### SUPPLIED ENTRIES
function showProblems(list) {
  ui.problems.replaceChildren();
  if (!list.length) {
    const li = document.createElement('li');
    li.className = 'plain';
    li.textContent = 'No problems.';
    ui.problems.append(li);
    return;
  }
  for (const d of list) {
    const li = document.createElement('li');
    li.className = d.severity === 'warning' ? 'warning' : 'error';
    const text = describe(d);
    const at = d.path ? locate(ui.spec.value, d.path) : d.code === 'spec.json_syntax' ? syntaxOffset(ui.spec.value, d.message) : null;
    if (at == null) {
      li.classList.add('plain');
      li.textContent = text;
    } else {
      const b = document.createElement('button');
      b.type = 'button';
      b.textContent = text;
      b.title = 'Move the cursor to this place in the spec';
      b.dataset.offset = String(at);
      b.addEventListener('click', () => {
        const off = Math.min(at, ui.spec.value.length);
        ui.spec.focus();
        ui.spec.setSelectionRange(off, off);
        scrollToCursor(off);
      });
      li.append(b);
    }
    ui.problems.append(li);
  }
}

/** Scroll the editor so the cursor's line shows. */
function scrollToCursor(offset) {
  const line = ui.spec.value.slice(0, offset).split('\n').length - 1;
  const lineHeight = parseFloat(getComputedStyle(ui.spec).lineHeight) || 18;
  ui.spec.scrollTop = Math.max(0, line * lineHeight - ui.spec.clientHeight / 3);
}

// ------------------------------------------------------------ output

/** Inline JSON in a script: `<` as `\u003c`, so no text can end the script. */
const inlineJson = (text) => text.trim().replace(/</g, '\\u003c');

const escapeAttr = (s) => s.replace(/&/g, '&amp;').replace(/"/g, '&quot;').replace(/</g, '&lt;');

### AIM OF THE EXERCISE
Look through the entries above, find each line containing "textContent", and copy it.

### RESPONSE FOR THIS EXERCISE
    li.textContent = 'No problems.';
      li.textContent = text;
      b.textContent = text;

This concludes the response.